# ampli con trafo roto



## gaston sj (Oct 15, 2006)

hola todos mi pregunta es que estaba haciendo un amplificador de 8watts y lo intente instalar en el coche pero con el transformador puesto osea se rompio el transformador por que le entro la corriente por donde deberia salir y se rompioun capacitor de 1000uf se esploto y nose que puede pasar al transformador por que no anda
 si a alguien le a pasado y me puede ayudar se lo agradeceria
saludos a todos


----------



## pepepuerto (Oct 16, 2006)

Hola Gaston ,no entiendo los del transformador,que le entra corriente y sale, el coche tiene  12 voltios ,por lo que el transformador no necesita ,el condensador, la causa mas normal ,es que lo conectaras al reves, suerte un saludo


----------



## gaston sj (Oct 16, 2006)

hola pepe lo que paso es que el amplificador estaba dentro de una caja deun equipo de musica pero queria ponerlo en el coche pero no le saque el transformador o sea lo encendi con el transformador puesto en la caja (pero con los 12v del coche ) y se rompio espero  haberme explicado mejor saludos
 gaston


----------



## WINY_82 (Mar 1, 2007)

Hola Gaston sj


conectaste el amplificador  que originalmente se alimentaba con la alimentacion de tu casa a una bateria de 12 vcd, tengo entendido que los transformadores son solamente para corriente alterna y que al conectarle corriente directa la bobina del primario del transformador se comporta como un cable, lo que hace un corto circuito y quema la bobina del trnasformador quedando inservible, lo puedes reparar pero es tedioso volverlo a embobinar.

Saludos!!!!!


----------



## gaston sj (Mar 6, 2007)

hola gracias por su respuestas lo que sucedio es que por donde deven salir 12v 3a entro 12v 75a y exploto un capacitor del amplificadorf.. por lo cual ahora no anda el transformador y no se que hacer con el bendito cacharro saludos


----------



## tecnicdeso (Mar 8, 2007)

Imagino que lo que hiciste fué conectar los doce voltios en la salida del bobinado secundario del transformador, entre el puente de diodos rectificador y el bobinado. 

El transformador en c.c. se comporta creando un campo magnético fijo, con lo cual no hay inductancia en la bobina, y es posible que le entraran corrientes peligrosas y quemaran el esmalte protector del bobinado secundario.

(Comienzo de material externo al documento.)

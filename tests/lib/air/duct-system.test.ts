import fc from 'fast-check';
import { describe, expect, it } from 'vitest';
import { ROOM_AIR } from '@/lib/air/air-density';
import { lossFactorOf, runLoss, systemLoss, type DuctRun, type DuctSystem } from '@/lib/air/duct-system';
import { DUCTS } from '@/lib/air/duct-kind';
import { FITTINGS, fittingOf } from '@/lib/air/fitting';
import { compressionFactor } from '@/lib/air/flexible-compression';
import { systemPressure } from '@/lib/air/system-pressure';
import { cubicMetresPerSecond, metres, pascals } from '@/lib/units/quantity';

const real = (min: number, max: number) => fc.double({ min, max, noNaN: true, noDefaultInfinity: true });
const runs = fc.record({
  duct: fc.constantFrom(...DUCTS),
  diameter: real(0.02, 1.5).map(metres),
  length: real(0, 100).map(metres),
  compression: real(0, 0.9),
  fittings: fc.array(
    fc.record({
      fitting: fc.constantFrom(...FITTINGS.filter(({ k }) => k).map(({ code }) => code)),
      count: fc.integer({ min: 1, max: 12 }),
    }),
    { maxLength: 4 },
  ),
});
const systems: fc.Arbitrary<DuctSystem> = fc.record({
  entryLossFactor: real(0, 3),
  runs: fc.array(runs, { minLength: 1, maxLength: 6 }),
  outlet: fc.option(
    real(0, 3).map((k) => ({ k })),
    { nil: undefined },
  ),
  filter: fc.option(
    real(0, 500).map((clean) => ({ clean: pascals(clean), at: cubicMetresPerSecond(0.2) })),
    { nil: undefined },
  ),
});
const at = (q: number) => cubicMetresPerSecond(q);

describe('a duct system', () => {
  it('asks for more the more air it moves, from nothing at none, and never for no number', () => {
    fc.assert(
      fc.property(systems, real(1e-6, 5), real(1.001, 3), (system, q, times) => {
        const [less, more] = [q, q * times].map((each) => systemLoss(system, at(each), ROOM_AIR));
        expect(more!.staticPressure).toBeGreaterThan(less!.staticPressure);
        expect(Number.isFinite(more!.staticPressure)).toBe(true);
        expect(systemLoss(system, at(0), ROOM_AIR).staticPressure).toBe(0);
      }),
      { numRuns: 1500 },
    );
  });

  it('asks the same of a solver as in its parts, to the last digits', () => {
    fc.assert(
      fc.property(systems, real(1e-6, 3), fc.boolean(), (system, q, loaded) => {
        const { staticPressure } = systemLoss(system, at(q), ROOM_AIR, loaded);
        expect(Math.abs(systemPressure(system, ROOM_AIR, loaded)(q) - staticPressure)).toBeLessThanOrEqual(
          1e-11 * staticPressure,
        );
      }),
      { numRuns: 500 },
    );
  });

  it('is the sum of its parts', () => {
    fc.assert(
      fc.property(systems, real(0.001, 2), (system, q) => {
        const loss = systemLoss(system, at(q), ROOM_AIR);
        const ducts = loss.runs.reduce((sum, run) => sum + run.friction + run.fittings, 0);
        const sum = loss.hoodStaticPressure + ducts + loss.filter + loss.outlet;
        expect(loss.staticPressure / sum).toBeCloseTo(1, 9);
        const last = loss.runs.at(-1)!.velocityPressure;
        expect(Math.abs(loss.fanStaticPressure + last - sum)).toBeLessThanOrEqual(1e-12 * (sum + last));
      }),
      { numRuns: 500 },
    );
  });

  it('loses in two runs of one size what one run of both lengths does', () => {
    const run = (length: number): DuctRun => ({
      duct: 'galvanised-steel',
      diameter: metres(0.125),
      length: metres(length),
    });
    const both = systemLoss({ entryLossFactor: 0.5, runs: [run(3), run(5)] }, at(0.12), ROOM_AIR);
    const one = systemLoss({ entryLossFactor: 0.5, runs: [run(8)] }, at(0.12), ROOM_AIR);
    expect(both.staticPressure).toBeCloseTo(one.staticPressure, 9);
  });

  it('loses more in a slack hose than in a stretched one, and in that more than in steel', () => {
    const friction = (duct: DuctRun['duct']) =>
      runLoss({ duct, diameter: metres(0.15), length: metres(3) }, at(0.12), ROOM_AIR).friction;
    expect(friction('flexible-slack')).toBeGreaterThan(friction('flexible-stretched'));
    expect(friction('flexible-stretched')).toBeGreaterThan(friction('galvanised-steel'));
    expect(friction('flexible-slack') / friction('flexible-stretched')).toBeCloseTo(
      compressionFactor(metres(0.15), 0.15),
      9,
    );
  });

  it('takes a told loss factor before the tabled one, and refuses where neither is', () => {
    expect(lossFactorOf({ fitting: 'mitre-90', count: 2 })).toBe(2.4);
    expect(lossFactorOf({ fitting: 'mitre-90', count: 2, k: 1 })).toBe(2);
    expect(() => lossFactorOf({ fitting: 'wall-cap', count: 1 })).toThrow(RangeError);
    expect(fittingOf('no-such')).toBeUndefined();
  });

  it('refuses a system without a duct', () =>
    expect(() => systemLoss({ entryLossFactor: 0.5, runs: [] }, at(0.1), ROOM_AIR)).toThrow(RangeError));
});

También deberias saber que es probable que aunque el secundario del transformador tenga 12 v, el circuito amplificador trabaje a 12V con simetría, es decir, +-12v,utilizando una semionda para cada rama.

La solución, si el transformador el aparato es de 12 V, es sustituir el transformador y controlar que no hayas fastidiado nada mas del circuito en caso de que hayas invertido polaridad en tu invento.(esto es por lo que dices que te estallo un condensador)

Un saludo.


----------



## gaston sj (Mar 8, 2007)

hola es exactamnte loq ue sucedio estoy tratando de desarmarlo (nunca he desarmado uno) y realmente es muy costoso y te rompe los dedos jejje espero poder repararlo o romperlo no se algo  saludos


----------



## mendozag2004 (Mar 9, 2007)

Hola, perdon por mi ignorancia, ¿que es un transformador? sobreentiendo que es el bobinado o devanado ya sea primario o secundario de un transformador. Por favor corrijanme si me equivoco

Saludos


----------



## JV (Mar 9, 2007)

Hola mendozag2004, transformador es la forma popular de llamar a los transformadores, digamos que es una abreviatura no oficial.

Saludos...


----------



## mendozag2004 (Mar 12, 2007)

Gracias JV por sacarme de la duda, tu sabes, diferencias culturales y de variantes de un mismo idioma entre paises

Saludos a to2


----------